Having seen her, Johanna was determined to avoid developing the broad shoulders,
wide jawline and deep voice of an adult male, says Anke.
But in order to achieve this, Johanna needed to start blocking the testosterone
that her body would soon start producing. The next step was to find an
endocrinologist who could help regulate her hormone production. It was a race
against time.
Having found a sympathetic professional, Anke, Johanna and Hans Georg then had
the task of trying to persuade an ethics panel of doctors, lawyers and a priest
to give them the legal permission they needed to continue with Johanna’s hormone
treatment.
Anke and Johanna managed to persuade the experts of the validity of their case,
and the hormone treatment started. Although attitudes are still mixed,
acceptance of Johanna has increased since she and Anke told their story on a
German TV show. Now, she is sometimes stopped in the street for positive reasons
- with people congratulating her for her courage rather than calling her names.

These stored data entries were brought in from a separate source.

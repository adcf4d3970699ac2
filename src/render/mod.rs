//! Figures and tables from core results: a `Scene` drawn as SVG (our own
//! writer), rasterised to PNG (resvg with a bundled font), and CSV / JSON
//! tables of the numbers behind it. No physics here.
pub mod png;
pub mod svg;
pub mod table;

pub use png::{PngError, svg_to_png};
pub use svg::{FigureSize, to_svg};

use crate::core::Cancel;
use crate::core::analysis::{Analysis, analyze};
use crate::core::backbone::Backbone;
use crate::core::basin::{Basin, Erosion};
use crate::core::continuation::Sweep;
use crate::core::folds::FoldCurves;
use crate::core::melnikov::Melnikov;
use crate::core::orbit::{Orbit, integrate_orbit};
use crate::core::section::Section;
use crate::core::system::System;
use crate::core::window::Window;
use crate::numbers;
use crate::request::{
    BackboneRequest, BasinRequest, ErosionRequest, FoldsRequest, LevelsRequest, LevelsResult,
    MelnikovRequest, Overrides, SectionRequest, SweepRequest, centers_and_degenerate_in_view,
    centers_in_view, seeded_orbit_request, undriven, undriven_analysis,
};
use crate::scene::{BackbonePlot, Rgb, Scene};
use crate::session::Session;
use std::fmt;
use table::Table;

/// What a session's portrait is made from: the analysis of its window and
/// its seeded orbits, integrated (an orbit whose request is invalid is skipped).
#[derive(Clone, Debug)]
pub struct PortraitData {
    pub analysis: Analysis,
    pub orbits: Vec<Orbit>,
    /// The session's colour of each orbit, if it has one.
    pub colours: Vec<Option<Rgb>>,
    /// The quantized orbits of every well in view, when the session asks
    /// for them on the portrait (`quantum.on_portrait`) and its ħ is good.
    pub levels: Option<LevelsResult>,
}

/// Analyse a session in `window` (usually its view) and integrate its orbits.
pub fn portrait_data(
    session: &Session,
    sys: &System,
    window: &Window,
    cancel: &Cancel,
) -> PortraitData {
    let analysis = analyze(sys, window, &session.analysis_config(), cancel);
    let mut orbits = Vec::new();
    let mut colours = Vec::new();
    for seed in &session.orbits {
        let Ok(req) = seeded_orbit_request(seed, window, session.damping()) else {
            continue;
        };
        orbits.push(integrate_orbit(sys, &req, cancel));
        colours.push(seed.colour.as_deref().and_then(Rgb::parse_hex));
    }
    let levels = if session.levels_on_portrait() {
        LevelsRequest::for_equilibria(session, &analysis.equilibria)
            .ok()
            .flatten()
            .map(|r| r.run(sys, window, cancel))
    } else {
        None
    };
    PortraitData {
        analysis,
        orbits,
        colours,
        levels,
    }
}

/// The portrait scene of computed data: level curves, equilibria, orbits, the session's title.
pub fn portrait_scene(session: &Session, sys: &System, data: &PortraitData) -> Scene {
    let mut scene = Scene::portrait(sys, &data.analysis).with_title(&session.title);
    if let Some(l) = &data.levels {
        scene.add_quantized_orbits(&l.wells, l.hbar);
    }
    for (orbit, colour) in data.orbits.iter().zip(&data.colours) {
        scene.add_orbit(&orbit_points(orbit), *colour);
    }
    scene
}

/// The phase portrait of a session in one call (`portrait_data` then `portrait_scene`).
pub fn session_portrait(
    session: &Session,
    sys: &System,
    window: &Window,
    cancel: &Cancel,
) -> Scene {
    portrait_scene(session, sys, &portrait_data(session, sys, window, cancel))
}

/// The [q, p] points of an orbit in time order.
pub fn orbit_points(orbit: &Orbit) -> Vec<[f64; 2]> {
    orbit.samples.iter().map(|s| [s.q, s.p]).collect()
}

/// An output file's format, chosen by its extension.
#[derive(Clone, Copy, Debug, PartialEq, Eq)]
pub enum FigureFormat {
    Svg,
    Png,
}

impl FigureFormat {
    /// `svg` or `png` (any case) from a file name; None for anything else.
    pub fn from_path(path: &std::path::Path) -> Option<FigureFormat> {
        let ext = path.extension()?.to_str()?.to_ascii_lowercase();
        match ext.as_str() {
            "svg" => Some(FigureFormat::Svg),
            "png" => Some(FigureFormat::Png),
            _ => None,
        }
    }
}

/// The bytes of a figure in `format` at `size` pixels.
pub fn figure_bytes(
    scene: &Scene,
    size: FigureSize,
    format: FigureFormat,
) -> Result<Vec<u8>, PngError> {
    let svg = to_svg(scene, size);
    match format {
        FigureFormat::Svg => Ok(svg.into_bytes()),
        FigureFormat::Png => svg_to_png(&svg, 1.0),
    }
}

/// What a figure or table shows.
#[derive(Clone, Copy, Debug, PartialEq, Eq)]
pub enum View {
    /// Level curves, equilibria and the session's orbits in the phase plane.
    Portrait,
    /// Equilibria against the swept parameter (the session's `sweep`).
    Diagram,
    /// Period, frequency, action against energy in one well (the session's `backbone`).
    Backbone(BackbonePlot),
    /// Fold curves in the plane of two parameters (the session's `folds`).
    Folds,
    /// The Bohr–Sommerfeld levels of every well in view over H along the
    /// center's line p = p_c (the session's `quantum.hbar`).
    Levels,
    /// The stroboscopic section of a driven system (the session's `drive`).
    Section,
    /// The Melnikov function over one drive period (the session's `drive`).
    Melnikov,
    /// The safe basins of the wells under the drive (the session's `drive`
    /// and `basin`).
    Basin,
    /// The integrity measures against the drive amplitude, with the
    /// Melnikov threshold.
    Erosion,
}

impl View {
    /// The word used on the command line and in menus.
    pub fn name(self) -> &'static str {
        match self {
            View::Portrait => "portrait",
            View::Diagram => "sweep",
            View::Backbone(_) => "backbone",
            View::Folds => "folds",
            View::Levels => "levels",
            View::Section => "section",
            View::Melnikov => "melnikov",
            View::Basin => "basin",
            View::Erosion => "erosion",
        }
    }
}

/// The results behind a view.
#[derive(Clone, Debug)]
pub enum ViewData {
    Portrait(PortraitData),
    Diagram(Sweep),
    Backbone(Backbone),
    Folds(FoldCurves),
    Levels(LevelsResult),
    Section(SectionData),
    Melnikov(Melnikov),
    Basin(BasinData),
    Erosion(Erosion),
}

/// What a section figure is made from: the section, the analysis of the
/// undriven H₀ (its separatrices drawn faintly behind; None when H₀ is not
/// known) and each start's own colour (the seeded orbits').
#[derive(Clone, Debug)]
pub struct SectionData {
    pub section: Section,
    pub undriven: Option<Analysis>,
    pub colours: Vec<Option<Rgb>>,
}

/// A safe basin with the undriven separatrices drawn behind it.
#[derive(Clone, Debug)]
pub struct BasinData {
    pub basin: Basin,
    /// The separatrix polylines of H₀ over the window.
    pub separatrices: Vec<Vec<[f64; 2]>>,
}

/// Why a view could not be made.
#[derive(Clone, Debug, PartialEq)]
pub enum ViewError {
    /// The view has nothing to run on: no parameter to sweep, fewer than two
    /// for a fold plane (the session's sections, else its sliders, name them).
    MissingSettings(View),
    /// The computation refused its input (unknown parameter, empty range, no center …).
    Refused { view: View, message: String },
    /// The figure could not be drawn or encoded.
    Figure(PngError),
}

The prospect of a full sex-change operation is still several years down the
line, but Johanna is looking forward to surgery. “My penis never felt like a
part of me,” she says.
For now, she and Anke are trying to get the German bureaucratic system to agree
to her name being changed from Johannes to Johanna on her official ID, a
struggle they know could be a long one.
“Parents must keep their ears and eyes open to their children. There are many
kids like Johanna, which is why we decided to make her story public.” says Anke.
“A lot of them are now grown-up, but when they were children, their parents and
the schools they went to swept the issue under the carpet, where it lay hidden
for years. All that has to change.”
Johanna's landmark ruling
At 14, Johanna is the youngest person in German legal history to be given permission to receive female hormone injections. When the ethics commission in Germany approved her application, it opened the way for future transsexualism cases to be heard in a favorable light. Even the German press acknowledged Johanna's bravery, with the respected tabloid newspaper Bild supporting her and her mother Anke's campaign for public acceptance of Johanna's right to be regarded as female.